What this task involves: A word-for-word copy is required of the line containing "- 365 * DAY;" and of each line after it in the material below, through the last one.

Data for processing:
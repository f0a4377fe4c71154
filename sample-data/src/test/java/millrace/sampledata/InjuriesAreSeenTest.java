package millrace.sampledata;

import static org.junit.jupiter.api.Assertions.assertEquals;
import static org.junit.jupiter.api.Assertions.assertTrue;

import java.util.List;
import millrace.sampledata.course.Analyte;
import millrace.sampledata.course.Chart;
import millrace.sampledata.course.InjuryNote;
import millrace.sampledata.course.LabResult;
import millrace.sampledata.course.RiskTally;
import millrace.sampledata.person.Admission;
import org.junit.jupiter.api.Test;

/** What was planted shows in the creatinine, and little shows that was not planted. */
final class InjuriesAreSeenTest {
  private static final long DAY = 86_400;
  private static final long RISE_NANOMOLES_PER_LITRE = 26_500;
  private static final List<Chart> CHARTS = Charts.of(7, 6_000, new RiskTally());

  @Test
  void countedInjuriesAreOverTheThresholdAtTheFirstResult() {
    int seen = 0;
    int all = 0;
    for (Chart chart : CHARTS) {
      for (InjuryNote note : chart.injuries()) {
        if (note.counted()) {
          all++;
          seen +=
              chart.results().stream()
                      .anyMatch(
                          result ->
                              result.collectedAt() == note.firstResultAt() && risen(chart, result))
                  ? 1
                  : 0;
        }
      }
    }
    assertTrue(all > 100, "injuries: " + all);
    assertTrue(seen > 0.9 * all, seen + " of " + all);
  }

  @Test
  void withoutAnInjuryFewResultsAreOverTheThreshold() {
    int risen = 0;
    int all = 0;
    for (Chart chart : CHARTS) {
      if (chart.injuries().isEmpty() && chart.person().inRates()) {
        for (LabResult result : chart.results()) {
          boolean creatinine = result.analyte() == Analyte.CREATININE;
          all += creatinine ? 1 : 0;
          risen += creatinine && risen(chart, result) ? 1 : 0;
        }
      }
    }
    assertTrue(all > 10_000, "results: " + all);
    assertTrue(risen < all / 500, risen + " of " + all);
  }

  @Test
  void twoThirdsOfAdultsWereTestedOutsideHospital() {
    long adults = CHARTS.stream().filter(chart -> chart.person().inRates()).count();
    long tested =
        CHARTS.stream()
            .filter(chart -> chart.person().inRates())
            .filter(chart -> chart.results().stream().anyMatch(result -> before(chart, result)))
            .count();
    assertEquals(0.65, tested / (double) adults, 0.06);
  }

  private static boolean before(Chart chart, LabResult result) {
    Admission first = chart.admissions().get(0);
    return result.collectedAt() < first.admittedAt() - 7 * DAY
        && result.collectedAt() >= first.admittedAt() - 365 * DAY;
  }

  private static boolean risen(Chart chart, LabResult result) {
    if (result.analyte() != Analyte.CREATININE) {
      return false;
    }
    long value = nanomolesPerLitre(result);
    for (LabResult earlier : chart.results()) {
      long age = result.collectedAt() - earlier.collectedAt();
      if (earlier.analyte() == Analyte.CREATININE && age > 0 && age <= 7 * DAY) {
        long low = nanomolesPerLitre(earlier);
        if (2 * value >= 3 * low || age <= 2 * DAY && value - low >= RISE_NANOMOLES_PER_LITRE) {
          return true;
        }
      }
    }
    return false;
  }

  private static long nanomolesPerLitre(LabResult result) {
    return result.value() * (result.analyser().mgDl() ? 884L : 1000L);
  }
}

Exercise response:
        && result.collectedAt() >= first.admittedAt() - 365 * DAY;
  }

  private static boolean risen(Chart chart, LabResult result) {
    if (result.analyte() != Analyte.CREATININE) {
      return false;
    }
    long value = nanomolesPerLitre(result);
    for (LabResult earlier : chart.results()) {
      long age = result.collectedAt() - earlier.collectedAt();
      if (earlier.analyte() == Analyte.CREATININE && age > 0 && age <= 7 * DAY) {
        long low = nanomolesPerLitre(earlier);
        if (2 * value >= 3 * low || age <= 2 * DAY && value - low >= RISE_NANOMOLES_PER_LITRE) {
          return true;
        }
      }
    }
    return false;
  }

  private static long nanomolesPerLitre(LabResult result) {
    return result.value() * (result.analyser().mgDl() ? 884L : 1000L);
  }
}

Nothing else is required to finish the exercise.